Articuladores y arco facial: cuándo el registro sirve de verdad y cuándo es un rito

El arco facial es uno de los instrumentos donde existe mayor distancia entre lo que se enseña y lo que se practica. Muchas clínicas lo tienen y no lo usan; otras lo usan siempre, incluso cuando no cambia nada.

Conviene aclarar qué registra realmente: la posición del maxilar superior respecto al eje de bisagra terminal y a un plano de referencia craneal. No registra la oclusión, no registra los movimientos mandibulares, y no sustituye al registro intermaxilar.

Su utilidad depende de cuánto se aleje el caso de los valores medios. En un elemento unitario, en un paciente con oclusión estable y contactos conservados, el montaje con valores medios produce un resultado equivalente.

En una rehabilitación extensa, donde el plano oclusal debe reconstruirse desde cero y no existe referencia remanente, la posición real del maxilar cambia el resultado.
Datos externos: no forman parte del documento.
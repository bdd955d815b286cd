import { ChangeDetectionStrategy, Component, computed, input } from '@angular/core';
import { MatCardModule } from '@angular/material/card';
import { MatChipsModule } from '@angular/material/chips';
import type { Booking } from '@tunnelwright/contracts';
import { formatMoney } from '../shared/money';
import { BookingAttachmentList } from './booking-attachment-list';
import { bookingStateLabels } from './booking-state-labels';
import { formatPeriod } from './lab-time';
import { quoteLineKindLabels } from './quote-editor';
import { referenceAreaKindLabels } from './reference-area-kind-labels';

/** One booking as a card: period in the lab's zone, state, articles, test plan, quote and documents; actions are projected. */
@Component({
  selector: 'tw-booking-summary',
  changeDetection: ChangeDetectionStrategy.OnPush,
  imports: [MatCardModule, MatChipsModule, BookingAttachmentList],
  templateUrl: './booking-summary.html',
  styles: `
    mat-card {
      margin-bottom: 16px;
    }
    .state {
      margin-left: 8px;
    }
    dl {
      display: grid;
      grid-template-columns: max-content 1fr;
      gap: 4px 16px;
      margin: 8px 0;
    }
    dt {
      color: var(--mat-sys-on-surface-variant);
    }
    dd {
      margin: 0;
    }
    table {
      border-collapse: collapse;
    }
    td,
    th {
      padding: 2px 12px 2px 0;
      text-align: left;
    }
    .numeric {
      text-align: right;
      font-variant-numeric: tabular-nums;
    }
  `,
})
export class BookingSummary {
  readonly booking = input.required<Booking>();
  /** Whether to show the customer organisation (for lab staff). */
  readonly showOrganisation = input(false);

  protected readonly stateLabels = bookingStateLabels;
  protected readonly areaLabels = referenceAreaKindLabels;
  protected readonly lineLabels = quoteLineKindLabels;
  protected readonly period = computed(() => formatPeriod(this.booking().period, this.booking().timeZone));
  protected readonly counterPeriod = computed(() => {
    const counter = this.booking().counterProposal;
    return counter ? formatPeriod(counter.period, this.booking().timeZone) : null;
  });
  protected readonly speeds = computed(() => this.booking().testPlan.speeds.join(', '));

  protected money(minor: number, currency: string | null): string {
    return currency ? formatMoney(minor, currency) : String(minor);
  }
}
Ahí el arco facial deja de ser un rito.

Los articuladores se dividen en tres categorías y la elección sigue la misma lógica. Los de valores medios tienen trayectorias condíleas fijas sobre valores estadísticos, y cubren la mayor parte de la prótesis conservadora.

Los semiajustables permiten fijar inclinación condílea y ángulo de Bennett con valores individuales, obtenidos de registros intraorales. Son el compromiso más difundido y suficiente en casi todos los casos complejos.

Los totalmente ajustables reproducen las trayectorias condíleas registradas con pantografía. El tiempo y el coste solo los justifican en rehabilitaciones completas con problemática articular.

El registro de la relación céntrica importa más que el articulador mismo. Un montaje en un articulador sofisticado con un registro erróneo reproduce fielmente una posición equivocada, y eso es peor que un valor medio con un registro correcto.

La manipulación bimanual es la técnica con documentación más sólida, pero requiere un paciente relajado y musculatura no contraída. En un paciente con dolor muscular el registro obtenido no es reproducible, y conviene precederlo con terapia de relajación.

El material de registro debe ser rígido tras el fraguado y no deformarse al montar. Las ceras son cómodas pero ceden; las siliconas de registro de alta dureza son más fiables, siempre que el espesor sea mínimo.

Un espesor excesivo introduce un error de rotación: una mandíbula registrada en posición abierta se cierra después en el articulador siguiendo un arco distinto del fisiológico, y los contactos quedan desplazados.

El encerado diagnóstico es la verdadera razón por la que merece la pena montar los modelos. Permite verificar espacios, guías y plano oclusal antes de tallar, y se convierte en la llave de silicona para los provisionales: lo proyectado en el modelo se traslada a la boca.

En síntesis, arco facial y articulador individualizado se justifican cuando falta una referencia oclusal remanente. Fuera de ese caso, el tiempo invertido rinde más en el registro de la céntrica y en el encerado.